# Four Seasons resale and exchange program in Elite



## frankieray (Aug 4, 2015)

Hi  New to tug first post. Thinking of buying Four Seasons in Carlsbad. Their exchange is something called Elite. Does anyone know anything about this. Good deal or good company?  Any advice would be appreciated.


----------



## mtforeman (Feb 15, 2016)

I don't know, but I'd like to know as well!


----------



## tschwa2 (Feb 15, 2016)

Resale does not qualify for internal exchange program.  Even eligible members are not guaranteed success.  If I remember correctly it is done lottery style.  You put in your requests and since only  a small percentage of owners in one of the non timeshare properties desire exchanges into the 2 timeshare properties, then the number  is determined by the demand.  Platinum owners probably have a better chance.  I doubt the number fulfilled vs demand is greater than 20%.

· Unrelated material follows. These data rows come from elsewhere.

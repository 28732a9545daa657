"""Facts of inductors, capacitors and resistors: what they see beside what they are rated for."""

import math

from rulecheck.demand import Variable
from rulecheck.facts.facts import Subject, Value
from rulecheck.facts.inputs import Inputs, stated_number
from rulecheck.facts.likeness_facts import CAPACITOR_LIKENESS, ratings_beside
from rulecheck.facts.terms import SubjectTerm, link, number, span_of, text, yes_no
from rulecheck.facts.waveform_facts import (
    CAPACITOR_TERMS,
    INDUCTOR_TERMS,
    capacitor_values,
    inductor_values,
)
from rulecheck.parts import Kind, Part
from rulecheck.values import Dimension, Interval, Unknown

V, A, W = Dimension.VOLTAGE, Dimension.CURRENT, Dimension.POWER

_OWN_PART = link("part", "part", "The same thing as a part.")

INDUCTOR = SubjectTerm(
    "inductor",
    "An inductor or a winding of a transformer.",
    (
        text("role", "What it does in the stage: `inductor`, `winding`, `wire`, ..."),
        number("inductance", Dimension.INDUCTANCE, "Its inductance."),
        span_of("current", A, "Its current from the first net to the second, ripple included."),
        number("largest-current", A, "The largest magnitude of its current."),
        number("ripple", A, "Half the peak-to-peak ripple in its current."),
        number("saturation-current", A, "Its rated saturation current."),
        number("rms-rating", A, "Its rated rms current."),
        yes_no("power", "Power current flows through it."),
        yes_no("polarised-core", "A magnet in its core asks for current from first net to second."),
        *INDUCTOR_TERMS,
    ),
    (_OWN_PART, link("interruptions", "free-path", "Its currents that all gates off interrupt.")),
)

CAPACITOR = SubjectTerm(
    "capacitor",
    "A capacitor.",
    (
        text("role", "What it does in the stage: `bulk capacitor`, `snubber`, ..."),
        number("capacitance", Dimension.CAPACITANCE, "Its capacitance."),
        span_of("voltage", V, "Its voltage, first net over second."),
        number("largest-voltage", V, "The largest magnitude of its voltage."),
        number("rated-voltage", V, "Its rated voltage."),
        number("ripple-rating", A, "Its rated ripple current."),
        text("dielectric", "`ceramic`, `film`, `electrolytic` or `tantalum`."),
        yes_no("bulk", "It holds a voltage of the power stage."),
        *CAPACITOR_LIKENESS,
        *CAPACITOR_TERMS,
    ),
    (_OWN_PART,),
)

RESISTOR = SubjectTerm(
    "resistor",
    "A resistor.",
    (
        text("role", "What it does in the stage: `load`, `sense`, `snubber`, ..."),
        number("resistance", Dimension.RESISTANCE, "Its resistance."),
        number("rated-power", W, "Its rated power."),
        number("rated-voltage", V, "Its rated voltage."),
        number("largest-voltage", V, "The largest voltage across it, where it is known."),
        number("power", W, "Its dissipation at the largest voltage, where that is known."),
        yes_no("bleeder", "It lies between the nets of a charged bank and discharges it."),
    ),
    (_OWN_PART,),
)


def collect(inputs: Inputs) -> tuple[Subject, ...]:
    variables = {variable.name: variable for variable in inputs.demands.variables}
    makers = {Kind.INDUCTOR: _inductor, Kind.CAPACITOR: _capacitor, Kind.RESISTOR: _resistor}
    return tuple(
        makers[part.kind](inputs, part, variables)
        for part in inputs.stage.parts.parts
        if part.kind in makers
    )


def _subject(
    inputs: Inputs,
    part: Part,
    values: dict[str, Value],
    links: dict[str, tuple[str, ...]],
) -> Subject:
    role = inputs.stage.roles.get(part.name)
    own: dict[str, Value] = {"role": role.value if role else "signal", **values}
    found = {"part": (part.name,), **links}
    return Subject(part.kind.value, part.name, own, found, (part.name,), part.nets, part.span)


def _range_of(
    part: Part, letter: str, what: str, variables: dict[str, Variable]
) -> tuple[Interval | Unknown, Variable | None]:
    variable = variables.get(f"{letter}({part.name})")
    if variable is not None:
        return variable.range, variable
    settle = f"set: {{{part.name}: {{{what}: [LOW, HIGH]}}}}"
    return Unknown(f"{what} of {part.name}", settle), None


def _magnitude(span: Interval | Unknown) -> Value:
    return span if isinstance(span, Unknown) else span.magnitude


def _inductor(inputs: Inputs, part: Part, variables: dict[str, Variable]) -> Subject:
    span, variable = _range_of(part, "i", "current", variables)
    given = inputs.stage.given.get(part.name)
    if variable is None and given is not None:
        span = given
    values: dict[str, Value] = {
        "inductance": part.value,
        "current": span,
        "largest-current": _magnitude(span),
        "ripple": _ripple(part, variable),
        "saturation-current": stated_number(part, "ratings.current"),
        "rms-rating": stated_number(part, "ratings.rms-current"),
        "power": part.name in inputs.branch_parts,
        "polarised-core": part.facts.get("ratings.core") == "polarised",
        **inductor_values(inputs, part.name),
    }
    interrupted = tuple(
        f"{item.carrier} {item.direction}"
        for item in inputs.demands.interrupted
        if item.carrier == part.name
    )
    return _subject(inputs, part, values, {"interruptions": interrupted})


def _ripple(part: Part, variable: Variable | None) -> Value:
    if variable is not None and math.isfinite(variable.ripple):
        return variable.ripple
    span = variable.range if variable is not None else None
    settle = span.settle if isinstance(span, Unknown) else "its current"
    return Unknown(f"ripple of {part.name}", settle)


def _capacitor(inputs: Inputs, part: Part, variables: dict[str, Variable]) -> Subject:
    span = _known_across(inputs, part)
    if span is None:
        span, _ = _range_of(part, "v", "voltage", variables)
    dielectric = part.facts.get("ratings.dielectric")
    values: dict[str, Value] = {
        "capacitance": part.value,
        "voltage": span,
        "largest-voltage": _magnitude(span),
        "rated-voltage": stated_number(part, "ratings.voltage"),
        "ripple-rating": stated_number(part, "ratings.ripple-current"),
        "dielectric": dielectric or part.missing("ratings.dielectric"),
        "bulk": part.name in inputs.branch_parts,
        **ratings_beside(inputs, part),
        **capacitor_values(inputs, part.name),
    }
    return _subject(inputs, part, values, {})


def _resistor(inputs: Inputs, part: Part, variables: dict[str, Variable]) -> Subject:
    del variables
    span = _known_across(inputs, part)
    bleeds = inputs.demands.banks.bleeders.get(part.name)
    settle = f"set: {{{part.name}: {{voltage: [LOW, HIGH]}}}}"
    volts: Value = Unknown(f"voltage of {part.name}", settle) if span is None else _magnitude(span)
    if span is None and bleeds is not None:
        volts = bleeds
    power: Value = volts if isinstance(volts, Unknown) else part.value
    if isinstance(volts, float) and isinstance(part.value, float) and part.value > 0.0:
        power = volts * volts / part.value
    values: dict[str, Value] = {
        "resistance": part.value,
        "rated-power": stated_number(part, "ratings.power"),
        "rated-voltage": stated_number(part, "ratings.voltage"),
        "largest-voltage": volts,
        "power": power,
        "bleeder": bool(bleeds),
    }
    return _subject(inputs, part, values, {})


def _known_across(inputs: Inputs, part: Part) -> Interval | Unknown | None:
    """What the sheet states, or the stiff voltage between the part's own two nets."""
    given = inputs.stage.given.get(part.name)
    if given is not None:
        return given
    if len(part.nets) != 2:
        return None
    first, second = (inputs.merged(net) for net in part.nets)
    if first == second:
        return Interval(0.0, 0.0)
    return inputs.voltage_between.get((first, second))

I believe if you buy a unit from the association you may be eligible for internal retrades but I don't think the association will sell you one of their resales unless you already own at least one unit which could be resale or retail.  

Straight out resale owners must use II or may be able to use RCI registry collection.  I no longer own their and my info is about 3 years old but there is enough competition for the non timeshare property exchanges that I can't believe they would invite in additional resale purchasers to make the competition even more difficult.


----------